◆ Work to be completed
Reproduce the section of the listing that begins at the line containing "readonly debug: boolean;" and finishes at the line containing "A PRNG returning". Include both end lines and nothing beyond them.

◆ Excerpted records
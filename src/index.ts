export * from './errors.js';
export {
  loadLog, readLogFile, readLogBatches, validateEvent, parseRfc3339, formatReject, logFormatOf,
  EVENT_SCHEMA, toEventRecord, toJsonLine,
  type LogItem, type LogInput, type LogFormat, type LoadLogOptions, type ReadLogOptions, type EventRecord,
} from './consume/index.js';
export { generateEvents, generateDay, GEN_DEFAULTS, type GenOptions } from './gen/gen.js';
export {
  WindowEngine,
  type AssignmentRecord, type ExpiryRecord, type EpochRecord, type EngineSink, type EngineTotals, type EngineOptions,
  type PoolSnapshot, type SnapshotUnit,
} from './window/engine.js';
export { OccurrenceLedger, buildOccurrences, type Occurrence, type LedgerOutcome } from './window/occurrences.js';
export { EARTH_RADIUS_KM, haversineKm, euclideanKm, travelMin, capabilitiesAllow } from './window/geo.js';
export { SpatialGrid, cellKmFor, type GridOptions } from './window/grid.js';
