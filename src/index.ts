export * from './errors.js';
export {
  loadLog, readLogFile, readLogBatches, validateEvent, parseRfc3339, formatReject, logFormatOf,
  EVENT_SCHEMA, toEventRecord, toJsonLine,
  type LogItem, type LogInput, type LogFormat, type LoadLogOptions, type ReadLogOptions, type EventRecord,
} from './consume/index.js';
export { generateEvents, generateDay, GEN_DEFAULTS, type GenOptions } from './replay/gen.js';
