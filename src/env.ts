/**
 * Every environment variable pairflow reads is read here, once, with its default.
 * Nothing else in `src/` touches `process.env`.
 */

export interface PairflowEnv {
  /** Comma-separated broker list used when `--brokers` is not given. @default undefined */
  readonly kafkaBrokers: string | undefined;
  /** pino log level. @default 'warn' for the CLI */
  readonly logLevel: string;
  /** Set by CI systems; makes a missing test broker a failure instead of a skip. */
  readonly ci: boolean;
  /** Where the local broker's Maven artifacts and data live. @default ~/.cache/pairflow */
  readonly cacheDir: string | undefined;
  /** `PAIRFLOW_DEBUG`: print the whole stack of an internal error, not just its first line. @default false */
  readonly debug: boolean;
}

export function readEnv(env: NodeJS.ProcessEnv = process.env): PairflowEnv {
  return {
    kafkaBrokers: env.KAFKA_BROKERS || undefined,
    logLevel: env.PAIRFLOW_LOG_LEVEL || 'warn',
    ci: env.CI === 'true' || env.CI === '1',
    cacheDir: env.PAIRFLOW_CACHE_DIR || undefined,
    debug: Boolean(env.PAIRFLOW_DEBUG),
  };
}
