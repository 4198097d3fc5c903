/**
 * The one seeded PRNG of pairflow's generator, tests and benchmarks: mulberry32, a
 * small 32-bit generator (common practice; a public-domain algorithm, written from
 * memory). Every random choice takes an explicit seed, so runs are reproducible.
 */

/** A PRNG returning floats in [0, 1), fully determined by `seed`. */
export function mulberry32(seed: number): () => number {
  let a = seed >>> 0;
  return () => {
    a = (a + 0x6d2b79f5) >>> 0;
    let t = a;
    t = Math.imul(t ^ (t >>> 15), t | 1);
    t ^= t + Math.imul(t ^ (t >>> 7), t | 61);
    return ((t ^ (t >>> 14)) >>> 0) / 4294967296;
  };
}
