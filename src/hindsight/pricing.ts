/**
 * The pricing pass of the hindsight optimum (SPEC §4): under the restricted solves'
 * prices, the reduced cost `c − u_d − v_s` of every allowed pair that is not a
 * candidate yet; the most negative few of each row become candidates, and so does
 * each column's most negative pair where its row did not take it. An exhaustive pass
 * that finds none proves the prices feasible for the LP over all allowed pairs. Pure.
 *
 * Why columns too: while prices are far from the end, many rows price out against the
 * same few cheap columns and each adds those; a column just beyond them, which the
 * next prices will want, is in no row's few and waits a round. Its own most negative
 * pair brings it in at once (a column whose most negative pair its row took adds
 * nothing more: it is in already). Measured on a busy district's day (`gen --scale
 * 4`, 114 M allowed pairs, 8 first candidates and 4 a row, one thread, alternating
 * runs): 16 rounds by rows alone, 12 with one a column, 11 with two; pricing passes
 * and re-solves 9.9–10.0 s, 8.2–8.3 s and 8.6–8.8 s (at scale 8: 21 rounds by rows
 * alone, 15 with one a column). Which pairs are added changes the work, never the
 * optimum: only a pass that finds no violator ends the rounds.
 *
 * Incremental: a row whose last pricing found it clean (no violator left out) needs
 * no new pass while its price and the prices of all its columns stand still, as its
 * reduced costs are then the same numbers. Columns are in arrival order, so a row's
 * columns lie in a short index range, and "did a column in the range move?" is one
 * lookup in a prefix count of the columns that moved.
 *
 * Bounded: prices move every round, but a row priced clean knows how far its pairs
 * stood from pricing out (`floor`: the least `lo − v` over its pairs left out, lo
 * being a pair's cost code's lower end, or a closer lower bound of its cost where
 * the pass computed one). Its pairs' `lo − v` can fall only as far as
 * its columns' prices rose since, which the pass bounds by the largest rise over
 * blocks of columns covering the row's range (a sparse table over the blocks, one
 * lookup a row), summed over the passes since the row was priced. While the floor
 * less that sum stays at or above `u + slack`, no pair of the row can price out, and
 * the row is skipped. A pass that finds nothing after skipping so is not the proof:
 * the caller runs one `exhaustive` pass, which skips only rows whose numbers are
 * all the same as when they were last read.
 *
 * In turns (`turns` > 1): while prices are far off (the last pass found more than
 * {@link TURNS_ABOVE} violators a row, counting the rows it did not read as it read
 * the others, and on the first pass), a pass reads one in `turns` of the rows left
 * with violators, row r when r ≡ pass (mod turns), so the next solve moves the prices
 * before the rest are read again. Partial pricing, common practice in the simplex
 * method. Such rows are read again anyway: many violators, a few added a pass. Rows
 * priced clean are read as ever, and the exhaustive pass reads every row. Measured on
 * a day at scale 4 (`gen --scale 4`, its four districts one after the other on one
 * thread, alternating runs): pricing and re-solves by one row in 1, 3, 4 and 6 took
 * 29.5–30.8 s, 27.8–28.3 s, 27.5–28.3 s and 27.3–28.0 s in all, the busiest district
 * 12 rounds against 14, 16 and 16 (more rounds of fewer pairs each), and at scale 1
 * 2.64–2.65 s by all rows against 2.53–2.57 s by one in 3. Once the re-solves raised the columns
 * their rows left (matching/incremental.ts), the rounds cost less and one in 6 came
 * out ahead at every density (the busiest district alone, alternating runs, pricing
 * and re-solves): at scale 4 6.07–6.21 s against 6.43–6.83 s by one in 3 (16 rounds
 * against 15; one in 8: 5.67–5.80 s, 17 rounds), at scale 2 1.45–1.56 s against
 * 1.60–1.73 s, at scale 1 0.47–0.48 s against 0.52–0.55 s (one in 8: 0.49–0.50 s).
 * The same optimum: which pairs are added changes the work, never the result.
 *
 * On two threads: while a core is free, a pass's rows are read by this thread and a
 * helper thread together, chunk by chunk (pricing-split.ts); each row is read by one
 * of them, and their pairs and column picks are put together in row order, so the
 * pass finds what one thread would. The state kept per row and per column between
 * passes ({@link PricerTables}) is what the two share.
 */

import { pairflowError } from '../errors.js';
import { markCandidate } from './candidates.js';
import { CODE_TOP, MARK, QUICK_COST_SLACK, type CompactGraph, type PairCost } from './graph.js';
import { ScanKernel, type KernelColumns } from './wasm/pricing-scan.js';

◆ Answer section
  readonly debug: boolean;
}

export function readEnv(env: NodeJS.ProcessEnv = process.env): PairflowEnv {
  return {
    kafkaBrokers: env.KAFKA_BROKERS || undefined,
    logLevel: env.PAIRFLOW_LOG_LEVEL || 'warn',
    ci: env.CI === 'true' || env.CI === '1',
    cacheDir: env.PAIRFLOW_CACHE_DIR || undefined,
    debug: Boolean(env.PAIRFLOW_DEBUG),
  };
}
repository 4198097d3fc5c903
/**
 * The one seeded PRNG of pairflow's generator, tests and benchmarks: mulberry32, a
 * small 32-bit generator (common practice; a public-domain algorithm, written from
 * memory). Every random choice takes an explicit seed, so runs are reproducible.
 */

/** A PRNG returning floats in [0, 1), fully determined by `seed`. */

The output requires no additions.